But she was being treated for the disease. Justina's father is Lou Pelletier. I found
some archival tape of Lou telling the story of what happened to Justina. Here's a clip from that
tape. For two years, she's been under the care and the well-skilled care of Tufts Medical Center,
led by Dr. Mark Corson,
one of the leading mitochondrial doctors in the country,
and being treated successfully,
going to school, playing with the dogs.
January 23rd, her grandma's 92nd birthday,
she ice skated for her.
She gets the flu in early February,
conditions deteriorate rapidly, which is unfortunately when you have mito, your body just doesn't fight things the way other folks can.
And a decision was made that by her main doctor, a doctor at Coors and at Tufts, that she needs
to be seen by her stomach doctor.
Unfortunately, he and the rest of his GI team the month earlier had transferred over from
Tufts to Boston Children's Hospital. So on a snowy February 10th evening, she went by ambulance from
Connecticut Children's to Boston Children's. And within a few hours of her arrival a young neurologist came along and said oh there's no
such thing as mitochondrial disease didn't say what his game plan was but we're going to try a
different approach which we went along with we're we were game we're trying to get our daughter
better but within a very short period of time they had decided what she had was not medical was in her
head. And even though everything that's been done has been medically diagnosed,
medically verified, and as they would say insurance approved, nothing was done by
pushy parents making something happen. But on February 13th of 2013, my wife was given a sheet of paper
called the Guidelines of Care for Justina Pelletier, which just crushed us. It says,
you will not be allowed to speak to any doctors, including her Tufts doctors.
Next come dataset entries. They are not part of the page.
package model

import (
	"fmt"
	"math"
	"testing"

	"gonum.org/v1/gonum/mat"
)

// The eigenvalues of a bordered diagonal matrix, held against gonum's general solver (an independent method).
func TestRankOneAgainstGeneralSolver(t *testing.T) {
	for _, kind := range []axisKind{planeHalf, planeFull, radial, spherical} {
		for _, n := range []int{2, 3, 8, 20, 40} {
			for _, rho := range []float64{1e-6, 0.03, 1.7, 40, 1e5} {
				for p, b := range baseOf(kind, n).sets {
					n := b.n
					t.Run(fmt.Sprintf("kind %d, %d functions, set %d, rho %g", kind, n, p, rho), func(t *testing.T) {
						mu, q, g := rankOne(new(slab), b.d, b.top, rho)
						a := mat.NewSymDense(n, nil)
						for i := range b.d {
							for j := i; j < n; j++ {
								x := rho * b.top[i] * b.top[j]
								if i == j {
									x += b.d[i]
								}
								a.SetSym(i, j, x)
							}
						}
						var eig mat.EigenSym
						if !eig.Factorize(a, true) {
							t.Fatal("no eigenvalues")
						}
						want := eig.Values(nil)
						size := want[n-1]
						for i := range mu {
							if e := math.Abs(mu[i] - want[i]); e > 2e-13*size {
								t.Errorf("eigenvalue %d: %.15g, general solver %.15g", i, mu[i], want[i])
							}
						}
						for i := 0; i < n; i++ {
							vq := 0.0
							for k := 0; k < n; k++ {
								vq += rho * b.top[k] * q[k*n+i]
							}
							if math.Abs(vq-g[i]) > 1e-8*(1+math.Abs(g[i]))*math.Max(1, rho/1e3) {
								t.Errorf("drive %d: %g, summed %g", i, g[i], vq)
							}
							for j := i; j < n; j++ {
								dot := 0.0
								for k := 0; k < n; k++ {
									dot += q[k*n+i] * q[k*n+j]
								}
								if i == j {
									dot--
								}
								if math.Abs(dot) > 1e-13 {
									t.Errorf("vectors %d and %d: %g", i, j, dot)
								}
							}
						}
					})
				}
			}
		}
	}
}

func BenchmarkRankOne10(b *testing.B) {
	s := baseOf(planeHalf, 10).sets[0]
	for b.Loop() {
		rankOne(new(slab), s.d, s.top, 1.3)
	}
}

// The modes of a slab with a film on each face solve the eigenproblem of its polynomials: K + lo·φ(-1)φ(-1)ᵀ + up·φ(1)φ(1)ᵀ.
func TestTwoFacesSolveTheirEigenproblem(t *testing.T) {
	for _, n := range []int{2, 3, 12, 25, 48} {
		for _, films := range [][2]float64{{0, 0}, {0, 3}, {3, 0}, {0.5, 0.5}, {0.5, 0.5 + 1e-12}, {2, 0.1}, {0.1, 2}, {1e4, 30}, {7, heldBiot}, {heldBiot, 7}, {heldBiot, heldBiot}, {1e9, heldBiot}} {
			t.Run(fmt.Sprintf("%d functions, films %g and %g", n, films[0], films[1]), func(t *testing.T) {
				a := &axis{base: baseOf(planeFull, n), radiusM: 1}
				s := &axisStep{rate: make([]float64, n), gUp: make([]float64, n), gLo: make([]float64, n), b: make([]float64, n*n)}
				a.twoFaces(s, &slab{wide: 1}, films[0], films[1])
				top, low, k := make([]float64, n), make([]float64, n), a.stiffness()
				a.values(1, top, nil)
				a.values(-1, low, nil)
				size := 0.0
				for i := range top {
					size += k.At(i, i) + films[0]*low[i]*low[i] + films[1]*top[i]*top[i]
				}
				dot := func(x []float64, col int) (sum float64) {
					for m, v := range x {
						sum += v * s.b[m*n+col]
					}
					return sum
				}
				for i := 0; i < n; i++ {
					if i > 0 && s.rate[i] < s.rate[i-1] {
						t.Errorf("rates do not rise at %d", i)
					}
					lo, up := films[0]*dot(low, i), films[1]*dot(top, i)
					if math.Abs(lo-s.gLo[i]) > 1e-13*size || math.Abs(up-s.gUp[i]) > 1e-13*size {
						t.Errorf("mode %d is driven by %g and %g, its faces say %g and %g", i, s.gLo[i], s.gUp[i], lo, up)
					}
					for m := 0; m < n; m++ {
						sum, square := low[m]*lo+top[m]*up-s.rate[i]*s.b[m*n+i], 0.0
						for j := 0; j < n; j++ {
							sum += k.At(m, j) * s.b[j*n+i]
							square += s.b[j*n+i] * s.b[j*n+m]
						}
						if m == i {
							square--
						}
						if math.Abs(sum) > 3e-13*size || math.Abs(square) > 1e-13 {
							t.Fatalf("mode %d: residue %g of %g, product with mode %d off by %g", i, sum, size, m, square)
						}
					}
				}
				if films[0] > 0 && films[1] > 0 { // a common medium of 1 K is what all modes rest at: their drives over their rates are the constant 1
					for m := 0; m < n; m++ {
						sum := 0.0
						for i := 0; i < n; i++ {
							sum += s.b[m*n+i] * (s.gLo[i] + s.gUp[i]) / s.rate[i]
						}
						if m == 0 {
							sum--
						}
						if math.Abs(sum) > 1e-9 {
							t.Errorf("polynomial %d of the rest at 1 K is off by %g", m, sum)
						}
					}
				}
			})
		}
	}
}
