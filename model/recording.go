package model

import "slices"

// Recording is what a logger measured at one place of a food, with what its readings leave open.
type Recording struct {
	Point
	Surface bool
	Spans   []Span    // the steps of the chain that it covers, on the clock of TimesS
	Before  []Step    // the steps before these; nil where the chain begins with them
	TimesS  []float64 // s from the start of the chain, rising strictly
	C       []float64 // °C, corrected, as long as TimesS
	ErrorK  float64   // accuracy of the instrument and half its resolution, K
	Gaps    []int     // i: readings are lacking between i and i+1, beyond the usual time between two
	Doubted []int     // readings that jump faster than their neighbours allow, or may be cut off
	LowC    float64   // what the place cannot have fallen below in a gap, and cannot have risen above, °C: the range of the medium, or NaN
	HighC   float64   // where none is known; then that of the whole record
	Medium  *Trace    // of the surroundings; nil if not recorded
}

// Line is the record as straight segments between its readings. It fails where NewRecord does.
func (r *Recording) Line() (*History, error) {
	h, err := NewRecord(r.Spans, []Trace{{Point: r.Point, TimesS: r.TimesS, C: r.C}}, r.Medium)
	if err == nil {
		h.ErrorK = r.ErrorK
	}
	return h, err
}

// gapTimes is how many times the usual time between two readings may pass without one, and hourS how long at most, s; more is a gap. Rounds by
// hand are made hourly (common practice, no source); what happened in longer times nobody saw, however usual they are.
const (
	gapTimes = 3
	hourS    = 3600
)

// MostApartS is how far apart two readings may lie that are no gap, s, where usualS lie between them as a rule.
func MostApartS(usualS float64) float64 { return min(gapTimes*usualS, hourS) }

// UsualStep is the median time from a reading to a later one, the lower of two, s; 0 if there are none.
func UsualStep(timesS []float64) float64 {
	d := make([]float64, 0, len(timesS))
	for i := 1; i < len(timesS); i++ {
		if step := timesS[i] - timesS[i-1]; step > 0 {
			d = append(d, step)
		}
	}
	if len(d) == 0 {
		return 0
	}
	slices.Sort(d)
	return d[(len(d)-1)/2]
}
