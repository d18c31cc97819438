package report

import (
	"math"

	"slowpoint/model"
)

// passage is a way through a product, that its profile is drawn along.
type passage struct {
	name   string        // key of the words of its axis
	m      []float64     // m along it, rising; NaN where the line breaks: at a joint with a contact resistance the temperature jumps
	places []model.Place // as long as m
	ends   []model.Place // the places that the sentence under the picture tells, in the order of its words
	words  string        // key of that sentence
}

// passageSteps is how many pieces a line has, in all.
const passageSteps = 48

// besideM is how far from a joint the ends of the layers' lines are taken, m: on their own side, and too near to be seen.
const besideM = 1e-8

// passageOf is the way through a product past a place: along the thickness, the axis or the radius; of a spheroid from its side to the
// centre and on along the axis. nil if there is none.
func passageOf(p *model.Product, past model.Place) *passage {
	w := &passage{name: "axis depth", words: "profile flat"}
	up := func(m float64) model.Place {
		at := past
		at.UpM = m
		return at
	}
	run := func(from, to, origin float64, n int, at func(m float64) model.Place) {
		for k := 0; k <= n; k++ {
			m := from + (to-from)*float64(k)/float64(n)
			w.m, w.places = append(w.m, m-origin), append(w.places, at(m))
		}
	}
	if p.Shape == nil || p.Shape.Mixed() {
		return nil
	}
	whole := *p.Size.Of(p.Shape.Ways[0].Size)
	half := whole / 2
	switch {
	case p.Shape.Ways[0].Round():
		w.name, w.words = "axis radius", "profile round"
		run(0, half, 0, passageSteps, up)
		w.ends = []model.Place{up(0), up(half)}
		return w
	case p.Shape.Oval():
		w.name, w.words = "axis spheroid", "profile spheroid"
		r := *p.Size.Of(p.Shape.Ways[1].Size) / 2
		run(-r, 0, 0, passageSteps/2, func(m float64) model.Place { return model.Place{AcrossM: -m} })
		run(0, half, 0, passageSteps/2, func(m float64) model.Place { return model.Place{UpM: m} })
		w.ends = []model.Place{{}, {AcrossM: r}, {UpM: half}}
		return w
	case p.Shape.Layered():
		at := -half
		for i := len(p.Layers) - 1; i >= 0; i-- {
			y := &p.Layers[i]
			if n := len(w.m); n > 0 && y.BelowM2KW > 0 {
				w.m, w.places = append(w.m, math.NaN()), append(w.places, w.places[n-1])
			}
			n := max(4, int(math.Round(passageSteps*y.ThicknessM/whole)))
			lo, hi := at, at+y.ThicknessM
			at = hi
			if i < len(p.Layers)-1 {
				lo += besideM
			}
			if i > 0 {
				hi -= besideM
			} else {
				hi = half
			}
			run(lo, hi, -half, n, up)
		}
	default:
		run(-half, half, -half, passageSteps, up)
	}
	w.ends = []model.Place{up(-half), up(0), up(half)}
	return w
}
You will not be able to see the doctor you came here to see, Dr. Alex Flores,
world expert on GI motility and mitochondrial disease.
We are taking over, we are taking her off all her medications.
She had tachycardia, rapid heart rate, it took her off that, a number of different things.
When you have mitochondrial disease, you have serious vitamin deficiencies, which is because mitochondrial is your energy,
was taken off that. So by us saying on February 13th, we don't agree with what you're doing,
February 14th, I want to discharge my daughter to take her back to Tufts for an already pre-scheduled appointment with Dr. Corson.
And as I've said a few times before, Tufts Medical Center is not exactly Bob's Hospital.
They're one of the top medical facilities in the country.
And then that's where the nightmare totally began.
The hospital contacted Child Protective Services,
which in Boston is known as DCF, Department of Children and Families. The DCF removed Justina
from the custody of her parents and placed her under the custody of the state of Massachusetts,
all because of a medical disagreement between the parents and the hospital.
This was very traumatic for the Pelletier family.
They believed what they were doing was best for their daughter by listening to doctors and taking her to hospital so she can get better.
And after she was diagnosed, the daughter was taken away from the parents.
The parents had very short visiting times,
they were not allowed to talk to doctors,
and were sometimes even escorted out of the hospital by police.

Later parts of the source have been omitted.